SpaceX claims malfunctioning rocket worked just as it was supposed to


SpaceX claims malfunctioning rocket worked just as it was supposed to

SpaceX said its Falcon 9 rocket, launched from Cape Canaveral Air Force Station in Florida, performed flawlessly.

"After review of all data to date, Falcon 9 did everything correctly Sunday night".

A spokesman for Northrop Grumman Corp., which built the satellite, said Monday: "This is a classified mission".

Lawmakers said they will receive classified briefings on a secret USA government satellite that apparently crashed into the sea after it was launched by Elon Musk's SpaceX.

"There's a long tradition of not commenting on problems with classified missions, unless it blows up in such a way that everyone can see it", John Logsdon, founder and former director of the Space Policy Institute at George Washington University, told Bloomberg News. "If we or others find otherwise based on further review, we will report it immediately", SpaceX Chief Operating Officer Gwynne Shotwell said in an emailed statement. "And that would put them as responsible on whether it separated from the second stage". Both the Wall Street Journal and Reuters quoted unnamed officials as saying the satellite did not separate from the Falcon 9 second stage.

SpaceX, however, never officially confirmed mission success. "We can not comment on classified missions". Few details about the satellite are officially known besides its codename "Zuma", not even which government agency meant to use the satellite nor for what objective.

Rep. Mike Rogers (R-Ala.), who heads the House Armed Services Strategic Forces subcommittee, said in a statement Wednesday that "space is a risky business" but his panel remains "committed to providing rigorous oversight that accounts for that risk and ensures that we can meet all of our national security space requirements as the Air Force looks to competitively procure space launch services in the future".

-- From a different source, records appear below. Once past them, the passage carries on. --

// Runs combined from several files often repeat block names (every run calls its first structure cand-01).
// Every reference to a structure in the outputs must still name exactly one structure (issue 10, part 4):
// structures whose block name is shared get the id name~n (src/landscape/unique-ids.ts), nothing is lost,
// and a row never names itself as its duplicate.
import { describe, expect, it } from 'vitest';
import { mkdtempSync, writeFileSync } from 'node:fs';
import { tmpdir } from 'node:os';
import { join } from 'node:path';
import Papa from 'papaparse';
import { generateLandscape } from '../src/demo/landscape.js';
import { sift } from '../src/landscape/sift.js';
import { siftFiles } from '../src/landscape/sift-files.js';
import { readCifText } from '../src/io/read.js';
import { uniqueIds, renameBlockText } from '../src/landscape/unique-ids.js';
import { ensureUniqueIds } from '../src/landscape/load.js';

describe('unique ids', () => {
  it('keeps names of their own, numbers shared ones in input order and never reuses an existing name', () => {
    const r = uniqueIds(['a', 'b', 'a', 'a~1', 'c', 'a', '', '']);
    expect(r.ids).toEqual(['a~2', 'b', 'a~3', 'a~1', 'c', 'a~4', '', '']);
    expect(new Set(r.ids.filter((x) => x !== '')).size).toBe(6);
    expect(r.shared).toEqual([3, 1, 3, 1, 1, 3, 2, 2]);
  });

  it('renames the data_ line of a block only', () => {
    expect(renameBlockText('data_x\n_cell_length_a 5\n# data_x\n', 'x', 'x~2')).toBe('data_x~2\n_cell_length_a 5\n# data_x\n');
    expect(renameBlockText('data_x.1\n', 'x.1', 'x.1~1')).toBe('data_x.1~1\n');
    expect(renameBlockText('data_xy\n', 'x', 'x~1')).toBe('data_xy\n');
  });
});

describe('sift over two files whose blocks share names', async () => {
  // Two invented runs that both number their structures cand-01, cand-02, ...
  const runA = generateLandscape({ seed: 31, packings: 3, copiesPerPacking: 3, closePairs: 0, squeezeMoves: 200 });
  const runB = generateLandscape({ seed: 32, packings: 3, copiesPerPacking: 3, closePairs: 0, squeezeMoves: 200 });
  const dir = mkdtempSync(join(tmpdir(), 'polysift-names-'));
  writeFileSync(join(dir, 'a.cif'), runA.cif);
  writeFileSync(join(dir, 'b.cif'), runB.cif);
  // Energies listed by block name for run A only; run B's by the unique ids sift gives them.
  const energies = ['id,energy', ...runA.ids.map((id, i) => `${id},${runA.energiesKjPerMol[i].toFixed(4)}`)];
  energies.push(...runB.ids.map((id, i) => `${id}~2,${runB.energiesKjPerMol[i].toFixed(4)}`));
  writeFileSync(join(dir, 'energies.csv'), `${energies.join('\n')}\n`);
  const run = await sift({ inputs: [join(dir, 'a.cif'), join(dir, 'b.cif')], energiesFile: join(dir, 'energies.csv'), threads: 2, cacheDir: null });
  const l = run.landscape;
  const files = new Map(siftFiles(run, { report: false }));
  const csv = Papa.parse<Record<string, string>>(files.get('structures.csv')!, { header: true, skipEmptyLines: true }).data;

  it('lists every block once, with ids that are unique and a note naming the shared block name', () => {
    expect(runA.ids).toEqual(runB.ids);
    expect(l.counts.input).toBe(runA.ids.length + runB.ids.length);
    expect(csv.map((r) => r.block)).toEqual([...runA.ids, ...runB.ids]);
    expect(new Set(csv.map((r) => r.id)).size).toBe(csv.length);
    expect(csv.map((r) => r.id)).toEqual([...runA.ids.map((id) => `${id}~1`), ...runB.ids.map((id) => `${id}~2`)]);
    // The notes column holds codes (issue 13); notes.csv gives each code's text once.
    const noteText = new Map(Papa.parse<Record<string, string>>(files.get('notes.csv')!, { header: true, skipEmptyLines: true }).data.map((n) => [n.code, n.text]));
    const texts = csv[0].notes.split(';').map((c) => noteText.get(c));
    expect(texts.some((t) => new RegExp(`the block name ${runA.ids[0]} is used by 2 input blocks, so this structure's id is ${runA.ids[0]}~1`).test(t ?? ''))).toBe(true);
    const c = l.counts;
    expect(c.kept + c.duplicate + c.rejected + c.outsideWindow).toBe(c.input);
  });

  it('resolves every duplicate_of and nearest to exactly one row, never the row itself', () => {
    const byId = new Map<string, Array<Record<string, string>>>();
    for (const r of csv) byId.set(r.id, [...(byId.get(r.id) ?? []), r]);
    let references = 0;
    for (const r of csv) {
      if (r.status === 'duplicate') {
        expect(byId.get(r.duplicate_of)).toHaveLength(1);
        expect(r.duplicate_of).not.toBe(r.id);
        expect(byId.get(r.duplicate_of)![0].status).toBe('kept');
        references++;
      }
      if (r.nearest !== '') {
        expect(byId.get(r.nearest)).toHaveLength(1);
        expect(r.nearest).not.toBe(r.id);
        references++;
      }
    }
    expect(references).toBeGreaterThan(l.counts.input);
    // The JSON agrees with the CSV: the ids behind the indices.
    for (const r of l.structures) {
      if (r.duplicateOf !== null) expect(l.structures[r.keptIndex!].id).toBe(r.duplicateOf);
      if (r.nearest !== null) expect(l.structures[r.nearestIndex!].id).toBe(r.nearest);
    }
  });

  it('takes run B\'s energies listed under the new ids, and gives the shared names none', () => {
    const rowsB = l.structures.slice(runA.ids.length);
    rowsB.forEach((r, i) => expect(r.energy).toBeCloseTo(runB.energiesKjPerMol[i], 4));
    for (const r of l.structures.slice(0, runA.ids.length)) {
      expect(r.energy).toBeNull();
      expect(r.reason).toMatch(/the id is shared by 2 structures .* list each one by its id/);
    }
  });

  it('writes each kept block under its id in unique.cif, so no block name repeats there', () => {
    const blocks = readCifText(files.get('unique.cif')!, 'unique.cif');
    const names = blocks.map((b) => (b.kind === 'record' ? b.record.id : b.rejected.id));
    expect(names).toEqual(l.kept.map((k) => l.structures[k].id));
    expect(new Set(names).size).toBe(names.length);
  });

  it('makes the ids of a landscape written before unique ids unique on loading, for diff and locate', () => {
    const old = structuredClone(l);
    for (const r of old.structures) {
      r.id = r.block;
      r.notes = [];
    }
    for (const r of old.structures) {
      if (r.duplicateOf !== null) r.duplicateOf = old.structures[r.keptIndex!].id;
      if (r.nearest !== null) r.nearest = old.structures[r.nearestIndex!].id;
    }
    expect(ensureUniqueIds(old, 'old run')).toMatch(/old run repeats \d+ structure id/);
    expect(old.structures.map((r) => r.id)).toEqual(l.structures.map((r) => r.id));
    expect(old.structures.map((r) => r.duplicateOf)).toEqual(l.structures.map((r) => r.duplicateOf));
    expect(ensureUniqueIds(l, 'new run')).toBeNull();
  });
});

Billionaire Musk, who founded the Hawthorne, California-based SpaceX, has since hailed the milestone as a savings deal for the space industry. For most SpaceX launches, the company provides the payload adapter - that's the piece of hardware that connects the satellite to the rocket.

"The most important issue here is whether the Pentagon will rethink its reliability as a provider of launch services", said Thompson, whose think tank receives funding from Boeing and Lockheed. It did stream the successful landing of the Falcon 9 first stage rocket booster after it completed its primary mission.

On its website, SpaceX says it has more than 70 upcoming missions on its launch manifest, which could take several years.

Last year was a banner year for the private space company with 18 launches.

According to Shotwell, data already reviewed has showed that "no design, operational or other changes are needed" that would impact further launches.

The massive Falcon Heavy, which has already been staged on a Cape Canaveral launchpad, stands 230 feet tall and consists of three Falcon 9 first-stage cores.

The fact that SpaceX says the Falcon Heavy launch will move forward as scheduled also indicates there were no issues with the rocket.